I would prefer he spend life in prison, so that he may look back on the error of his ways. I don't hate him, I don't think we should hate anyone, but we should condemn their evil ways. He doesn't deserve to live, but then we all get more than we deserve.


----------



## Guest (Apr 26, 2006)

> Posted: Wed Apr 26, 2006 4:16 pm Post subject:
> 
> --------------------------------------------------------------------------------
> 
> Saddam will probably rot in some prison, IF Iraq stabilizes. Otherwise, he will probably be forced into exile.


Why would they let him go into exile?


----------



## Militant_Tiger (Feb 23, 2004)

> I don't think ABBK was being a bigot, he was simply insinuating that Alah was none existent. I agree.

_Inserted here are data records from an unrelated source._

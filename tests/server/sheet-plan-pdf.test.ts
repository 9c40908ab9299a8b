import { readFileSync } from 'node:fs';
import { describe, expect, it } from 'vitest';
import { computeReport } from '@shared/engine/report';
import { buildCabinetRun, parseCabinetSpec } from '@shared/model/cabinet-run';
import { sheetPlanPdf } from '../../server/pdf';
import { frameSheetPlans } from '../../server/modules/orders/sheet-plans';
import { meta } from '../shared/shop/fixtures';
import { pdfText } from '../support/pdf-text';

// The example side galley (invented) through the whole chain: openings → drawers, faces, panels, countertop →
// sheet plans per material → the printed plan.
const spec = parseCabinetSpec(JSON.parse(readFileSync(new URL('../../scripts/examples/side-galley-spec.json', import.meta.url), 'utf8')));
const report = computeReport(buildCabinetRun(spec));

describe('printed sheet plan', () => {
  it('a heading per material, a diagram heading per sheet, every cut numbered and every part labelled', async () => {
    const plans = frameSheetPlans(report, 300);
    expect(plans.length).toBeGreaterThan(1);
    const buf = await sheetPlanPdf(plans, meta);
    expect(buf.subarray(0, 5).toString()).toBe('%PDF-');
    const { text } = await pdfText(buf);
    for (const m of plans) {
      expect(text).toContain(m.material);
      m.plan.sheets.forEach((_, i) => expect(text).toContain(`Sheet ${i + 1} of ${m.plan.sheetCount}`));
    }
    const labels = new Set(plans.flatMap((m) => m.plan.sheets.flatMap((s) => s.placements.map((p) => p.label))));
    for (const l of labels) expect(text).toContain(l);
    const cuts = plans.reduce((a, m) => a + m.plan.sheets.reduce((b, s) => b + s.cuts.filter((c) => c.kind === 'trim').length, 0), 0);
    expect(text.match(/\btrim\b/g)?.length ?? 0).toBeGreaterThanOrEqual(cuts);
    expect(text).toContain('eye and hearing protection');
  });
  it('a frame with no bays prints that there is nothing to cut from sheets', async () => {
    const { text } = await pdfText(await sheetPlanPdf(frameSheetPlans({ ...report, bays: [] }), meta));
    expect(text).toContain('no drawers, faces, panels or countertop');
  });
});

And that is your belief. I do not however criticize other religions and claim that their God does exist because I have no proof of mine existing, hence why it is called faith. That is no the issue, the issue is that ABBK claims that Saddam was told by Allah to kill. That is bigoted because it assumes that Allah is a violent diety, and ignorant because Saddam was very secular.

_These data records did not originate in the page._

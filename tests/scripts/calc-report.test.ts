import { mkdtempSync, writeFileSync } from 'node:fs';
import { tmpdir } from 'node:os';
import { join } from 'node:path';
import { describe, expect, it } from 'vitest';
import { demoFrameDocument } from '@shared/model/demo-frame';
import { run } from '../../scripts/calc/report';
import { calcCli } from './calc-helpers';

const examples = 'scripts/examples';

describe('calc report', () => {
  it('prints the whole report with its documented top-level fields', async () => {
    const out = await run([`${examples}/workshop-bench.json`]);
    expect(Object.keys(out).sort()).toEqual(
      ['bays', 'cautions', 'cut_list', 'datums', 'hardware', 'joints', 'loads', 'mass', 'members', 'modules', 'name', 'report_version', 'settings', 'units', 'warnings'].sort(),
    );
    expect(out.name).toBe('Workshop bench 1500 × 700');
    // Legs: 900 mm floor to top, by hand.
    expect(out.cut_list.find((c) => c.member_ids.includes('L1'))?.cut_length_mm).toBe(900);
  });

  it('runs from the command line, printing JSON', () => {
    const r = calcCli(['report', `${examples}/rear-kitchen-pod.json`]);
    expect(r.code).toBe(0);
    const json = JSON.parse(r.stdout);
    expect(json.members).toHaveLength(44);
    expect(json.cautions.join(' ')).toMatch(/not an engineering approval/);
  }, 60_000);

  it('with --against, carries the marks over and says what changed', async () => {
    const dir = mkdtempSync(join(tmpdir(), 'calc-report-'));
    const old = demoFrameDocument();
    const wider = { ...old, modules: old.modules.map((m) => (m.id === 'cooler' ? { ...m, size: { ...m.size, w_mm: 500 } } : m)) };
    writeFileSync(join(dir, 'old.json'), JSON.stringify(old));
    writeFileSync(join(dir, 'new.json'), JSON.stringify(wider));
    const out = await run([join(dir, 'new.json'), '--against', join(dir, 'old.json')]);
    expect('what_changed' in out && out.what_changed.totals).toMatchObject({ longer: 4, new_parts: 4 });
  });

  it('exits non-zero naming the bad field', () => {
    const dir = mkdtempSync(join(tmpdir(), 'calc-report-'));
    const bad = demoFrameDocument();
    (bad.members[3] as { profile: string }).profile = 'no-such-profile';
    writeFileSync(join(dir, 'bad.json'), JSON.stringify(bad));
    const r = calcCli(['report', join(dir, 'bad.json')]);
    expect(r.code).not.toBe(0);
    expect(r.stderr).toContain('members[3].profile');
    const missing = calcCli(['report', join(dir, 'none.json')]);
    expect(missing.code).not.toBe(0);
    expect(missing.stderr).toMatch(/cannot read/);
  }, 120_000);
});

> As for our buddy Sodam Insane, I think he will be in prison, then terrorists (or insurgents if you like that better) will take hostages, kill innocent people, and blow up things demanding his release.


Saddam has little association with terrorists at his worst. He was indeed a violent person, but that doesn't make him a terrorist.



> I don't like the death penalty, but we would all be better off if they send this guy for his big dirt nap.


Martyring him is not what we want to do.



> It wouldn't be so frustrating if we didn't have so many terrorist sympathizers among us. One must be careful not to let these radical sympathizers push us to extreme. Hopefully cool heads will prevail.


Really? Who are these sympathizers? Are they also card carrying members of the Communist party?


----------



## PSDC (Jul 17, 2003)

MT,

Still waiting for you to answer me, do you believe
that Saddam gassed the Kurds?

If yes and your where of Kurdish descent, you won't
have a different opinion? Other than what you feel
is politically correct?

You must be homeschooled if age 16. Is your prom date
and teacher the same person?

Maybe, you need to go out and experience the world and 
stop hiding behind the computer. It's a great world, give
it a try. You spend way too much time at this site, and 
probably many other sites. I have to question your self-
esteem, when you show such itelligent replies.


----------



## huntin1 (Nov 14, 2003)

He does deserve a fair trial, and then he deserves to die.

huntin1


----------



## Trois_Beaux_Canards (Dec 14, 2005)

Everyone deserves a fair trial, even saddam. Most likely he will rot in prison until the day he dies.

MT: Do you even hunt, or do you just like to stir the pot?


----------



## hill billy (Jan 10, 2006)

Actually if found guilty he will prolly hang..


----------



## usmccripe (Mar 17, 2006)

a far out idea but still an interesting one to think of. we all know that if they had just killed him and said they found him dead from suicide or something than i would be one less headache. but what if, " i still back the fact we went in and did what we did even though they have not proven mass destruction weapons were being made YET", they kept him alive because the higher ups knew they had no backing to there claims and are keeping him alive so that in trial for either some deal of exile or by brainwashing, they have him testify that he was making weapons of mass destruction. that would make alot of lefties shut up for a second. Just a crazy idea i pondered while christianing my toielt one evening. WHAT YOU GUYS THINK OF THAT???????


----------



## hill billy (Jan 10, 2006)

> WHAT YOU GUYS THINK OF THAT???????


RETARDED


----------



## Bore.224 (Mar 23, 2005)

hill billy, Dats Y DA South lost DA Cival War! I wrote that so you couls understand!! :rollin:


----------



## always_outdoors (Dec 17, 2002)

I think Plainsmen is right. We would all be better off with Hussein in his grave after his trial.

Now if we find Bin Laden, I say no court trial at all. He should be tied to a post and put in town square right in the middle of New York. He doesn't deserve a trial nor does he deserve a right to a speedy death.


----------



## Alaskan Brown Bear Killer (Feb 22, 2005)

live2hunt said:


> I think Plainsmen is right. We would all be better off with Hussein in his grave after his trial.
> 
> Now if we find Bin Laden, I say no court trial at all. He should be tied to a post and put in town square right in the middle of New York. He doesn't deserve a trial nor does he deserve a right to a speedy death.


AMEN! :beer:


----------